The Court then turned to the section (b) of Rule 19, which governs situations where joinder of the absent person is not feasible. The Rule articulates four factors to be considered by a court in deciding whether "in equity or good conscience the action should proceed among the parties before it, or should be dismissed." The four factors were 1) the plaintiff's interest in an adequate forum, 2) the defendant's interest in avoiding relitigation of the issues before the court and in avoiding inconsistent and unfair relief, 3) the absent party's interests at stake, and 4) the interests of the court and the general public in complete, consistent, efficient settlement of controversies.
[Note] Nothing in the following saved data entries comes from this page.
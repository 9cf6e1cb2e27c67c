"""The command line. Heavy libraries are imported inside the commands that need them."""

import sys
from pathlib import Path
from typing import Annotated

import typer

from service.errors import Problem

app = typer.Typer(
    help="Coilwright: recipes, winding runs and measured coils of a winding workshop.",
    no_args_is_help=True,
    add_completion=False,
    rich_markup_mode=None,
    pretty_exceptions_enable=False,
)

EXIT_PROBLEM = 1
EXIT_CHAIN_BROKEN = 3


def main() -> None:
    """Run the command line; a problem is told in words and ends with exit code 1."""
    try:
        app()
    except Problem as problem:
        parts = [problem.detail]
        if problem.pointer:
            parts.append(f"({problem.pointer})")
        if problem.mend:
            parts.append(problem.mend)
        typer.echo(" ".join(parts), err=True)
        sys.exit(EXIT_PROBLEM)


@app.command()
def serve(
    host: Annotated[str | None, typer.Option(help="Address to listen on.")] = None,
    port: Annotated[int | None, typer.Option(help="Port to listen on.")] = None,
) -> None:
    """Bring the database to this version and serve it. Ends with 0 on Ctrl-C."""
    from service.serving import serve_forever
    from service.settings import Settings

    settings = Settings()
    changes = {"host": host, "port": port}
    serve_forever(settings.model_copy(update={k: v for k, v in changes.items() if v is not None}))


@app.command()
def demo(
    serve_after: Annotated[
        bool, typer.Option("--serve/--no-serve", help="Serve the workshop after the job.")
    ] = True,
    data_folder: Annotated[
        Path, typer.Option(help="Where the invented workshop is kept; kept if it is there.")
    ] = Path("coilwright-demo"),
    port: Annotated[int | None, typer.Option(help="Port to serve on.")] = None,
) -> None:
    """Play the whole job in an invented workshop, print its coils, and serve it.

    Exit code 0 when the job was played or was there already.
    """
    from seed_demo.play import run_demo

    run_demo(data_folder, serve=serve_after, port=port)


@app.command()
def predict(
    recipe: Annotated[Path, typer.Argument(help="A recipe file; - reads standard input.")],
    as_json: Annotated[bool, typer.Option("--json", help="Print JSON for a script.")] = False,
) -> None:
    """Print what a coil wound to a recipe file should show.

    Exit code 0 with the table or JSON; 1 when the recipe cannot be read or is impossible.
    """
    from service.recipes.command import print_prediction

    text = sys.stdin.read() if str(recipe) == "-" else _text_of(recipe)
    print_prediction(text, as_json=as_json)


def _text_of(path: Path) -> str:
    from service.errors import InvalidValue

    try:
        return path.read_text(encoding="utf-8")
    except (OSError, UnicodeDecodeError) as error:
        raise InvalidValue(
            f"The recipe file cannot be read: {error}.",
            pointer="RECIPE",
            value=str(path),
            mend="Name a recipe file in UTF-8.",
        ) from error


@app.command()
def verify(as_json: Annotated[bool, typer.Option("--json")] = False) -> None:
    """Prove the record chain: every change, in order, unaltered.

    Exit code 0 when it holds, 3 when it is broken.
    """
    import json

    from service.settings import Settings
    from service.storage.engine import Database
    from service.storage.records import verify as verify_chain

    database = Database(Settings().url())
    try:
        with database.read() as session:
            acts, broken = verify_chain(session)
    finally:
        database.close()
    if as_json:
        found = {"position": broken.position, "why": broken.why} if broken else None
        typer.echo(json.dumps({"acts": acts, "broken": found}))
    elif broken:
        typer.echo(f"The chain breaks at act {broken.position}: {broken.why}. {acts} acts hold.")
    else:
        typer.echo(f"The chain holds: {acts} acts.")
    if broken:
        raise typer.Exit(EXIT_CHAIN_BROKEN)


people = typer.Typer(help="Add people before anybody can sign in.", no_args_is_help=True)
app.add_typer(people, name="people")


@people.command("add")
def people_add(
    name: Annotated[str, typer.Argument(help="The person's name.")],
    role: Annotated[
        list[str], typer.Option(help="operator, bench, lead, owner or auditor; may be repeated.")
    ],
) -> None:
    """Add a person; the password is asked for and not shown.

    Exit code 0 when added; 1 when the name is taken, a role is unknown or the password too short.
    """
    from service.people.command import add_from_terminal
    from service.settings import Settings

    password = typer.prompt("Password", hide_input=True, confirmation_prompt=True)
    add_from_terminal(Settings(), name, role, password)
    typer.echo(f"{name} may sign in now.")


if __name__ == "__main__":
    main()
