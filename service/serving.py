"""Start the server: migrate, then listen."""

import typer
import uvicorn

from service.app import create_app
from service.settings import Settings
from service.storage.migrate import migrate


def serve_forever(settings: Settings) -> None:
    """Serve until stopped. One process: on SQLite it is the only writer."""
    migrate(settings.url())
    typer.echo(f"Coilwright listens on http://{settings.host}:{settings.port}")
    uvicorn.run(
        create_app(settings),
        host=settings.host,
        port=settings.port,
        log_level="warning",
        timeout_graceful_shutdown=5,
    )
The court noted that these factors should have been analyzed by the federal district courts before a judgment was issued. As a result of the fact that a judgment had already been entered, the court then analyzed the factors from the standpoint of an appellate review of the relief granted by the trial court.

The court concluded that 1) the plaintiff's interest in preserving a fully litigated judgment was controlling unless countered by greater opposing considerations, 2) the defendants' interests in joining Dutcher were foreclosed by their failure to move for such a joinder before judgment was entered, 3) the absent party's interests were not foreclosed by his failure to be joined and the judgment entered by the trial court therefore does not bind him and causes his rights no harm as a result, and 4) the efficiency of the judiciary may have been benefitted from an attempt to find a more suitable forum for the controversy before judgment was entered but, after judgment was entered, efficiency would best be served upon appellate review by preserving the trial court's judgment. For the foregoing reasons, the Supreme Court determined that the case should not be dismissed because Dutcher's absence during trial would not violate any of his substantive rights.

As a result of the four factor analysis, the Court ruled that Dutcher was a necessary party but not an indispensable party. The difference between the two is that a suit may proceed without the former but cannot proceed without the latter. The Supreme Court also noted that the district court had misinterpreted Shields v. Barrow to incorrectly assume that a case must be dismissed wherever the interests of an absent party were affected. The Supreme Court explained that where an absent party's interests were affected in a suit, the four factors enumerated above had to be analyzed to determine whether the suit should proceed without the party or be dismissed.